**WORK REQUEST**
Using the data below, return the stretch from the line that contains "The .xlsx file" through the line that contains "if fairness is", both included, exactly as it stands and nothing beyond it.

**DATA SUPPLIED**
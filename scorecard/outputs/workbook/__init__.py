"""The reviewer's workbook of a built scorecard (an .xlsx file).

Sheets, in the fixed order of the output contract: Overview, Characteristics, Bins, Model,
Points, Score bands, Stability, Calculator, then Fairness when the build examined fairness,
Reject inference when the build had declined applications, and Risk grades when the config
asks for grades.
"""

from __future__ import annotations

from pathlib import Path

from openpyxl import Workbook

from scorecard.outputs.atomic import save_book
from scorecard.outputs.workbook import overview
from scorecard.outputs.workbook.card_sheets import CARD_SHEETS, write_card_sheets
from scorecard.outputs.workbook.manifest import run_manifest

__all__ = ["SHEETS", "write_workbook"]

SHEETS = ("Overview",) + CARD_SHEETS
FAIRNESS = "Fairness"
REJECT_INFERENCE = "Reject inference"


def write_workbook(result, path, waterfall=None) -> Path:
    """Write the workbook of a build to ``path``, whole or not at all.

    Parameters
    ----------
    result : scorecard.build.result.BuildResult
        The build, the only thing read; ``result.fairness``, when not None, adds the Fairness
        sheet.
    path : path
        The .xlsx file to write; its folder is created if needed.
    waterfall : Waterfall, optional
        For a segmented build, the exclusion waterfall of the rows read (a single card's build
        carries its own).

    Returns
    -------
    Path
        ``path``.

    Examples
    --------
    >>> import tempfile, scorecard.demo.files, scorecard.api
    >>> folder = tempfile.mkdtemp()
    >>> result = scorecard.api.build(scorecard.demo.files.write_demo(folder, rows=2000))
    >>> write_workbook(result, f"{folder}/again.xlsx").name
    'again.xlsx'
    """
    if getattr(result, "segments", None) is not None:
        from scorecard.outputs.workbook.segments_book import write_segmented_workbook
        return write_segmented_workbook(result, path, waterfall)
    wb = Workbook()
    wb.remove(wb.active)
    ws = {name: wb.create_sheet(name) for name in SHEETS}
    manifest = run_manifest(result.config, rows_sha256=getattr(result, "rows_sha256", None))
    overview.write_overview(ws["Overview"], result, manifest)
    write_card_sheets(ws, result)
    fairness = result.fairness
    if fairness is not None:
        from scorecard.outputs.workbook.fairness_sheet import write_fairness_sheet
        write_fairness_sheet(wb.create_sheet(FAIRNESS), fairness)
    if result.rejects is not None:
        from scorecard.outputs.workbook.rejects_sheet import write_rejects_sheet
        write_rejects_sheet(wb.create_sheet(REJECT_INFERENCE), result.rejects, result)
    if result.config.grades is not None:
        from scorecard.outputs.workbook.grades_sheet import TITLE, write_grades_sheet
        write_grades_sheet(wb.create_sheet(TITLE), result)
    # Spreadsheet programs compute the calculator's formulas when the file opens.
    wb.calculation.fullCalcOnLoad = True
    wb.properties.creator = "scorecard"
    path = Path(path)
    save_book(wb, path)
    return path
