"""The run manifest: what a build read and which software made it, so a run can be repeated.

The data file is identified by its SHA-256. A folder of files (Parquet parts) is identified by
the SHA-256 of a listing with one line ``<relative path> <SHA-256 of the file>`` per file, in
sorted path order, so the same files give the same hash whatever order the file system lists.
Rows from a database query are identified by the URL (which never holds the password), the
query, and the hash of the rows the build read (:func:`scorecard.data.database.rows_sha256`).
"""

from __future__ import annotations

import datetime
import hashlib
from importlib import metadata
from pathlib import Path
from typing import NamedTuple

from scorecard.config.sources import is_query

PACKAGES = ("scorecard", "numpy", "pandas", "scipy", "openpyxl", "pyarrow", "sqlalchemy")
CHUNK = 1 << 20


class Manifest(NamedTuple):
    """Facts that identify one build."""

    config_file: str
    config_sha256: str
    data_source: str
    data_sha256: str
    seed: int
    versions: tuple[tuple[str, str], ...]
    run_time: str
    data_query: str = ""            # the query, when the data came from a database
    exclusions: tuple[str, ...] = ()    # each rule of data.exclude with its reason, in order


def file_sha256(path) -> str:
    """SHA-256 of a file's bytes, read in chunks.

    Examples
    --------
    >>> import tempfile, pathlib
    >>> p = pathlib.Path(tempfile.mkdtemp()) / "a.txt"
    >>> _ = p.write_bytes(b"abc")
    >>> file_sha256(p)[:16]
    'ba7816bf8f01cfea'
    """
    digest = hashlib.sha256()
    with open(path, "rb") as handle:
        for block in iter(lambda: handle.read(CHUNK), b""):
            digest.update(block)
    return digest.hexdigest()


def source_sha256(path) -> str:
    """SHA-256 of a data file, or of the sorted listing of a folder's file hashes.

    Returns a sentence instead of a hash when the path cannot be read here (for example a
    source that only a remote cluster can see).
    """
    path = Path(path)
    try:
        if path.is_dir():
            files = sorted(p for p in path.rglob("*") if p.is_file())
            listing = "".join(f"{p.relative_to(path).as_posix()} {file_sha256(p)}\n" for p in files)
            return hashlib.sha256(listing.encode("utf-8")).hexdigest()
        return file_sha256(path)
    except OSError as exc:
        return f"not readable here ({exc.__class__.__name__})"


def package_versions(names=PACKAGES) -> tuple[tuple[str, str], ...]:
    """Installed version of each package, or ``not installed``."""
    out = []
    for name in names:
        try:
            out.append((name, metadata.version(name)))
        except metadata.PackageNotFoundError:
            out.append((name, "not installed"))
    return tuple(out)


def run_manifest(config, now: datetime.datetime | None = None,
                 rows_sha256: str | None = None) -> Manifest:
    """The manifest of a build from its config; ``now`` defaults to the current UTC time.

    ``rows_sha256`` is the hash of the rows a database query returned (a query cannot be read
    again here); a data file is hashed here.
    """
    now = now or datetime.datetime.now(datetime.timezone.utc)
    config_file = config.config_file
    config_hash = source_sha256(config_file) if config_file else "no config file (built from text)"
    source = config.data.source
    if is_query(source):
        data = {"data_source": source.url, "data_query": source.query,
                "data_sha256": rows_sha256 or "not recorded (the build did not hash the rows)"}
    else:
        data = {"data_source": str(source), "data_sha256": source_sha256(source)}
    return Manifest(
        config_file=str(config_file), config_sha256=config_hash, **data,
        seed=int(config.samples.seed), versions=package_versions(),
        run_time=now.replace(microsecond=0).isoformat(),
        exclusions=tuple(f"{rule.describe()}: {rule.reason}" for rule in config.data.exclude))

**TASK RESPONSE**
        The .xlsx file to write; its folder is created if needed.
    waterfall : Waterfall, optional
        For a segmented build, the exclusion waterfall of the rows read (a single card's build
        carries its own).

    Returns
    -------
    Path
        ``path``.

    Examples
    --------
    >>> import tempfile, scorecard.demo.files, scorecard.api
    >>> folder = tempfile.mkdtemp()
    >>> result = scorecard.api.build(scorecard.demo.files.write_demo(folder, rows=2000))
    >>> write_workbook(result, f"{folder}/again.xlsx").name
    'again.xlsx'
    """
    if getattr(result, "segments", None) is not None:
        from scorecard.outputs.workbook.segments_book import write_segmented_workbook
        return write_segmented_workbook(result, path, waterfall)
    wb = Workbook()
    wb.remove(wb.active)
    ws = {name: wb.create_sheet(name) for name in SHEETS}
    manifest = run_manifest(result.config, rows_sha256=getattr(result, "rows_sha256", None))
    overview.write_overview(ws["Overview"], result, manifest)
    write_card_sheets(ws, result)
    fairness = result.fairness
    if fairness is not None:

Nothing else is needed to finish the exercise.